Hello neighbors! You can be a cougar (fucking hand) with a lot of dignity. You can also be a duck but, if you are like the Benasque duck, you have fallen with the whole team. The Benasque duck (papanatas tolai) belongs to a harmful, annoying, unhealthy and dangerous species. A bad bug. In Benasque they have hunted a papanatas tolai, a duck that was signed like this: ‘Duck’.
Benasque is up there in the Aragonese Pyrenees, close to Catalonia, in the old county of La Ribagorza. It concentrates languages such as Aragonese, Catalan and Gascon, as well as a transitional speech known as Benasqués or Patués. Also Spanish, of course. Free linguistic problems, what Isabel Díaz Ayuso would say.
The town and the valley of Benasque -or ‘Valle Escondido’-, with the Cerler winter resort, the Posets-Maladeta natural park, the Aneto peak and the natural monument of the Pyrenean Glaciers, bring together landscape and environmental attractions of great worth. The town preserves a charming mountain atmosphere with constructions in which stone, wood and slate abound. Some of singular interest are the church of Santa María la Mayor, the Palace of the Counts of Ribagorza, Casa Juste, Casa Faure or the medieval bridge. Well, in such a welcoming, caring and picturesque space, the papanatas tolai, or Benasque duck, has been doing its thing without any respect, consideration or the slightest trace of common sense.
The Benasque duck was arrested on April 12 by the Civil Guard and is a 21-year-old zangolotino who, since the beginning of March, has been vandalizing the town. More than 80 graffiti in 43 different locations. In a first estimate, they reach damages valued at 9,279 euros, although the definitive appraisal is awaited by the different insurance companies of communities and establishments affected by the cave-dwelling activities of the clumsy duck. The judge has released him with charges. It seems fair to me. But leave Benasque like a whistle.
The Benasque duck was arrested on April 12 by the Civil Guard and is a 21-year-old zangolotino who, since the beginning of March, has been vandalizing the town
The curious thing about the matter is that the duck seems to be possessed -or possessed- by a double personality. As in ‘The Strange Case of Dr. Jekyll and Mr. Hyde’, the novella written by Robert Louis Stevenson. The Benasque duck appears to have an intellectual and philosophical side through the use of quotes copied from authors such as Ernest Hemingway or Charles Bukowski, who by the way have been working for a long time using the black spray can. And he alternates it by bringing to light a rude, machirula drive and ‘tell me what you brag about and I’ll tell you what you lack’: male genitalia that, as everyone knows, is not pleasant to see. Argh.

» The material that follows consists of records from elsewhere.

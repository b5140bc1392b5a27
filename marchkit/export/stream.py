"""Expansion of a march test on a memory into a stream of clock-cycle vectors.

The stream is produced in blocks (a few tens of thousands of cycles each, column arrays), so
memory use does not grow with the test: nothing holds the whole pattern.

What one cycle carries (the same in every format):

* ``cycle``: 0-based clock cycle; the test lasts ``Schedule.cycles`` cycles, as ``grade``
  reports, and the cycles follow the :func:`marchkit.model.schedule` exactly;
* ``run`` (background run), ``element`` (index among the elements), ``op`` (index of the
  operation in the element, repeats spelled out) and ``action`` (``w0 w1 r0 r1`` or ``idle``);
* ``address``: the logical word address, or the scrambled physical word address
  (:meth:`Memory.physical_word`) when ``physical`` is asked for;
* ``we`` / ``re``: write enable and read strobe, held for every cycle of the operation
  (``write_cycles`` / ``read_cycles``);
* ``wdata``: the data written (``w0`` writes the background word, ``w1`` its complement);
  0 on cycles that do not write;
* ``expect``: the data a read must return; 0 on cycles that do not read;
* ``mask``: the bits compared.  A read is compared in its last cycle only, in every bit,
  except reads that come before the test's first write (they expect nothing and are never
  compared, as in the fault simulators); 0 on all other cycles.

Idle cycles (delays, ``ceil(seconds × clock)`` of them) have ``action`` ``idle``, no element or
op, and all of address, enables and data at 0.

⇕ elements run as ⇑ — the canonical order in which the simulators report first detections.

‘That, and that cats overcome taking care of themselves was the only good luck that man had’, four lines of text on a garage entrance. ‘I am a genius and no one knows it but me’, on a stone wall. ‘The balanced man is crazy’ -this could have been a clue to locate him-, ‘Man was born to die’, ‘The definition of life is only problems’, ‘The cat is the greatest anarchist. The rat is the true underground. The dog is the biggest imbecile’, -poor dog-. What do you want me to tell you: I prefer Banksy. Anyway, this is the ‘cultured’ part.

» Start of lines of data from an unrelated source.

// The fridge chart's data: raw readings when few, else per-bucket minimum and maximum (so no peak is ever lost).
import { QueryTypes, type Sequelize } from 'sequelize';
import { CHART_MAX_POINTS, type ChartBucket, type ChartData, type ChartPoint, type ChartSeries } from '../../shared/fridges/chart-data.js';
import { Fridge, Logger } from '../../database/models/index.js';
import { fridgeLimits } from '../fridges/fridge-view.js';
import { AppError } from '../http/app-error.js';

const HOUR_MS = 3_600_000;
/** Each bucket gives two points. */
const MAX_BUCKETS = CHART_MAX_POINTS / 2;

interface Range {
  from: Date;
  to: Date;
}

const toPoint = (row: { at: Date; temp_c: number }): ChartPoint => ({ at: new Date(row.at).toISOString(), tempC: row.temp_c });
const toBucket = (row: { bucket: string; min_c: number; max_c: number; count: string }, widthMs: number): ChartBucket => ({
  at: new Date(Number(row.bucket) * widthMs).toISOString(),
  minC: row.min_c,
  maxC: row.max_c,
  count: Number(row.count),
});

async function primarySeries(sequelize: Sequelize, ids: number[], range: Range, bucketMs: number): Promise<ChartSeries> {
  const replacements = { ids: ids.length ? ids : [0], from: range.from.toISOString(), to: range.to.toISOString(), width: bucketMs / 1000 };
  if (bucketMs === 0) {
    const rows = await sequelize.query<{ at: Date; temp_c: number }>(
      'SELECT DISTINCT ON (at) at, temp_c FROM readings WHERE logger_id IN (:ids) AND at >= :from AND at <= :to ORDER BY at, logger_id',
      { replacements, type: QueryTypes.SELECT },
    );
    return { points: rows.map(toPoint), buckets: [] };
  }
  // Whole-hour buckets come from the hourly table: a year is 8,760 rows per logger instead of 525,600.
  const sql =
    bucketMs % HOUR_MS === 0
      ? `SELECT floor(extract(epoch FROM hour) / :width) AS bucket, min(min_c) AS min_c, max(max_c) AS max_c, sum(count) AS count
         FROM reading_hours WHERE logger_id IN (:ids) AND hour >= date_trunc('hour', :from::timestamptz, 'UTC') AND hour <= :to GROUP BY 1 ORDER BY 1`
      : `SELECT floor(extract(epoch FROM at) / :width) AS bucket, min(temp_c) AS min_c, max(temp_c) AS max_c, count(*) AS count
         FROM readings WHERE logger_id IN (:ids) AND at >= :from AND at <= :to GROUP BY 1 ORDER BY 1`;
  const rows = await sequelize.query<{ bucket: string; min_c: number; max_c: number; count: string }>(sql, { replacements, type: QueryTypes.SELECT });
  return { points: [], buckets: rows.map((row) => toBucket(row, bucketMs)) };
}

/** Backup readings count only where they fill a gap of the primary. */
async function backupSeries(sequelize: Sequelize, fridgeId: number, ids: number[], range: Range, bucketMs: number): Promise<ChartSeries> {
  if (!ids.length) return { points: [], buckets: [] };
  const replacements = { ids, fridgeId, from: range.from.toISOString(), to: range.to.toISOString(), width: (bucketMs || 60_000) / 1000 };
  const filled = `FROM readings r JOIN backup_fills f ON f.fridge_id = :fridgeId AND r.at >= f.starts_at AND r.at < f.ends_at
    WHERE r.logger_id IN (:ids) AND r.at >= :from AND r.at <= :to`;
  if (bucketMs === 0) {
    const rows = await sequelize.query<{ at: Date; temp_c: number }>(`SELECT DISTINCT ON (r.at) r.at, r.temp_c ${filled} ORDER BY r.at`, { replacements, type: QueryTypes.SELECT });
    return { points: rows.map(toPoint), buckets: [] };
  }
  const rows = await sequelize.query<{ bucket: string; min_c: number; max_c: number; count: string }>(
    `SELECT floor(extract(epoch FROM r.at) / :width) AS bucket, min(r.temp_c) AS min_c, max(r.temp_c) AS max_c, count(*) AS count ${filled} GROUP BY 1 ORDER BY 1`,
    { replacements, type: QueryTypes.SELECT },
  );
  return { points: [], buckets: rows.map((row) => toBucket(row, bucketMs)) };
}

/** 0 (raw) when the primary holds few enough readings in the range; else the narrowest width giving at most MAX_BUCKETS. */
export function bucketWidthMs(spanMs: number, readings: number): number {
  if (readings <= CHART_MAX_POINTS) return 0;
  const minutes = Math.ceil(spanMs / MAX_BUCKETS / 60_000);
  return minutes >= 60 ? Math.ceil(minutes / 60) * HOUR_MS : minutes * 60_000;
}

export async function chartData(sequelize: Sequelize, fridgeId: number, range: Range): Promise<ChartData> {
  if (!(range.to > range.from)) throw AppError.badRequest('The end of the range must be after its start.', [{ field: 'to', message: 'Must be after the start.' }]);
  const fridge = await Fridge.findByPk(fridgeId);
  if (!fridge) throw AppError.notFound('No such fridge.');
  const loggers = await Logger.findAll({ where: { fridgeId }, attributes: ['id', 'role'] });
  const primaryIds = loggers.filter((l) => l.role === 'primary').map((l) => l.id);
  const backupIds = loggers.filter((l) => l.role === 'backup').map((l) => l.id);
  const [counted] = await sequelize.query<{ n: string | null }>(
    `SELECT sum(count) AS n FROM reading_hours WHERE logger_id IN (:ids) AND hour >= date_trunc('hour', :from::timestamptz, 'UTC') AND hour <= :to`,
    { replacements: { ids: primaryIds.length ? primaryIds : [0], from: range.from.toISOString(), to: range.to.toISOString() }, type: QueryTypes.SELECT },
  );
  const width = bucketWidthMs(range.to.getTime() - range.from.getTime(), Number(counted?.n ?? 0));
  const limits = fridgeLimits(fridge);
  return {
    from: range.from.toISOString(),
    to: range.to.toISOString(),
    bucketMinutes: width / 60_000,
    lowC: limits.lowC,
    highC: limits.highC,
    primary: await primarySeries(sequelize, primaryIds, range, width),
    backup: await backupSeries(sequelize, fridgeId, backupIds, range, width),
  };
}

And then there is the coarse part, that of painting piles in public places, containers, traffic signs, stone facades, ornaments on public roads, private property, garage entrances, building walls, shop windows, posters and other places. Some of the pililas go with the autograph signature: Pato. Damn, duck, taking care not to erase traces of the crime, you’re a figure. Especially if you have sown crime throughout a population of 2,200 inhabitants. With a lot of tourism, yes. But where the landlines all know each other.

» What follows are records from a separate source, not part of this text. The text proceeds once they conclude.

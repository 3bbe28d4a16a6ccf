// Recomputes a fridge's excursions, gaps and backup fills over the window new data touched, and stores the result.
import { QueryTypes, type Sequelize, type Transaction } from 'sequelize';
import { reconcileExcursions, type StoredExcursion } from '../../shared/fridges/reconcile-excursions.js';
import { excursionsAndGaps } from '../../shared/logs/excursions-and-gaps.js';
import type { Excursion as ComputedExcursion } from '../../shared/logs/excursion.js';
import type { LogGap } from '../../shared/logs/log-gap.js';
import { mergeBackupReadings, type MergedReading } from '../../shared/logs/merge-backup-readings.js';
import type { TimedReading } from '../../shared/logs/reading-durations.js';
import { Excursion, Fridge, Logger } from '../../database/models/index.js';
import { fridgeLimits } from '../fridges/fridge-view.js';
import { loadFridgeReadings, type FridgeReadings } from '../readings/load-fridge-readings.js';
import { applyExcursionPlan, type AppliedPlan } from './apply-excursion-plan.js';
import { findRecomputeWindow } from './find-recompute-window.js';
import { openExposureHolds } from '../holds/exposure-holds.js';

/** Readings loaded beyond the window on each side, so the readings at its edges are judged in context. */
const CONTEXT_MS = 24 * 3_600_000;

export interface RecomputeOptions {
  actorId: number | null;
  /** Readings the caller already holds for one logger over [from, to]; saves reading them back. */
  known?: { loggerId: number; from: number; to: number; readings: readonly TimedReading[] };
}

const overlaps = (a: { start: number; end: number }, w: { start: number; end: number }) => a.start <= w.end && a.end >= w.start;

function backupMinutes(excursion: ComputedExcursion, readings: readonly MergedReading[]): number {
  let ms = 0;
  for (const r of readings) if (r.fromBackup && r.at >= excursion.start && r.at < excursion.end) ms += r.standsForMs ?? 0;
  return ms / 60_000;
}

/** The caller holds a lock on the fridge row, so two recomputes of one fridge never interleave. */
export async function recomputeFridgeWindow(
  sequelize: Sequelize,
  transaction: Transaction,
  fridgeId: number,
  span: { start: number; end: number },
  options: RecomputeOptions,
): Promise<AppliedPlan> {
  const fridge = await Fridge.findByPk(fridgeId, { transaction });
  if (!fridge) throw new Error(`no fridge ${fridgeId}`);
  const loggers = (await Logger.findAll({ where: { fridgeId }, attributes: ['id', 'role'], transaction })).map((l) => ({ id: l.id, role: l.role }));
  const window = await findRecomputeWindow(sequelize, transaction, fridgeId, loggers.map((l) => l.id), span);
  const from = window.start - CONTEXT_MS;
  const to = window.end + CONTEXT_MS;
  const readings = await loadWindowReadings(transaction, loggers, from, to, options.known);

  const merged = mergeBackupReadings(readings.primary, readings.backup);
  const limits = fridgeLimits(fridge);
  const found = excursionsAndGaps(merged.readings, limits);
  const excursions = found.excursions.filter((e) => overlaps(e, window));
  const gaps = found.gaps.filter((g) => overlaps(g, window));
  const fills = merged.fills.filter((f) => overlaps(f, window));
  // The stored records replaced are those meeting the window or anything recomputed in it.
  const reach = [window, ...excursions, ...gaps, ...fills].reduce((r, s) => ({ start: Math.min(r.start, s.start), end: Math.max(r.end, s.end) }), window);

  const stored = await Excursion.findAll({
    where: { fridgeId, source: 'readings' },
    transaction,
  }).then((rows) => rows.filter((row) => overlaps({ start: row.startsAt.getTime(), end: row.endsAt.getTime() }, reach)));
  const storedViews: StoredExcursion[] = stored.map((row) => ({
    id: row.id,
    kind: row.kind,
    start: row.startsAt.getTime(),
    end: row.endsAt.getTime(),
    minutes: row.minutes ?? 0,
    peakC: row.peakC,
    status: row.status,
    followUpOfId: row.followUpOfId,
  }));
  const plan = reconcileExcursions(excursions, storedViews);
  const applied = await applyExcursionPlan(sequelize, transaction, {
    fridgeId,
    plan,
    limits,
    backupMinutes: (e) => backupMinutes(e, merged.readings),
    actorId: options.actorId,
  });
  await replaceSpans(sequelize, transaction, 'fridge_gaps', fridgeId, reach, gaps);
  await replaceSpans(sequelize, transaction, 'backup_fills', fridgeId, reach, fills);
  // Lots are judged by their own product's range, which may be narrower than the fridge's: holds follow from that.
  await openExposureHolds(sequelize, transaction, { fridge, readings: merged.readings, window: reach, actorId: options.actorId });
  return applied;
}

async function loadWindowReadings(
  transaction: Transaction,
  loggers: { id: number; role: 'primary' | 'backup' }[],
  from: number,
  to: number,
  known: RecomputeOptions['known'],
): Promise<FridgeReadings> {
  const knownLogger = known && loggers.find((l) => l.id === known.loggerId);
  if (!known || !knownLogger) return loadFridgeReadings(transaction, loggers, from, to);
  // The known logger's readings inside [known.from, known.to] are taken as given; only what lies around them is read back.
  const others = await loadFridgeReadings(transaction, loggers.filter((l) => l.id !== known.loggerId), from, to);
  const before = await loadFridgeReadings(transaction, [knownLogger], from, known.from - 1);
  const after = await loadFridgeReadings(transaction, [knownLogger], known.to + 1, to);
  const role = knownLogger.role;
  const own = [...before[role], ...known.readings.filter((r) => r.at >= from && r.at <= to), ...after[role]];
  const combined = mergeSorted(others[role], own);
  return role === 'primary' ? { primary: combined, backup: others.backup } : { primary: others.primary, backup: combined };
}

function mergeSorted<T extends { at: number }>(a: readonly T[], b: readonly T[]): readonly T[] {
  if (!a.length) return b;
  if (!b.length) return a;
  const out: T[] = [];
  let i = 0;
  // a and b are each sorted and free of repeats; where they meet on an instant the first is kept.
  let j = 0;
  while (i < a.length || j < b.length) {
    const next = j >= b.length || (i < a.length && a[i].at <= b[j].at) ? a[i++] : b[j++];
    if (!out.length || out[out.length - 1].at !== next.at) out.push(next);
  }
  return out;
}

async function replaceSpans(sequelize: Sequelize, transaction: Transaction, table: 'fridge_gaps' | 'backup_fills', fridgeId: number, reach: { start: number; end: number }, spans: LogGap[]): Promise<void> {
  await sequelize.query(`DELETE FROM ${table} WHERE fridge_id = :fridgeId AND starts_at <= :end AND ends_at >= :start`, {
    replacements: { fridgeId, start: new Date(reach.start).toISOString(), end: new Date(reach.end).toISOString() },
    type: QueryTypes.DELETE,
    transaction,
  });
  if (!spans.length) return;
  await sequelize.query(
    `INSERT INTO ${table} (fridge_id, starts_at, ends_at, minutes)
     SELECT :fridgeId, to_timestamp(s::float8 / 1000), to_timestamp(e::float8 / 1000), m FROM unnest(ARRAY[:starts]::bigint[], ARRAY[:ends]::bigint[], ARRAY[:minutes]::float8[]) AS t(s, e, m)`,
    { replacements: { fridgeId, starts: spans.map((s) => s.start), ends: spans.map((s) => s.end), minutes: spans.map((s) => s.minutes) }, type: QueryTypes.INSERT, transaction },
  );
}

Apart from leaving Benasque like a whistle, I think that the Benasque duck should receive some kind of training that would bring him profit in terms of American literature, philology and literary creation -plagiarism is not good-. From 2011 to 2015, María Luz Gabás, a novelist with a degree in English philology, who lived in California for a year, was mayor of Benasque (for the PP). Gabás has published Palm trees in the snow, Return to your skin, Like fire in the ice and The heartbeat of the earth. A course taught by the former mayor may have contributed to returning the duck to an honest, useful life with a future.
Very different is the obsessive theme of the pililas. At 21 years old you can’t go through life painting dicks That’s done with three or four, in Primary. And because it gives a lot of laughter in the children’s universe. But at the age of doing the military service – that the duck from Benasque would have gotten a good military service from the movies, the juvenile judge Emilio Calatayud already assures it – if you continue painting cocks, it is that you need a sexologist.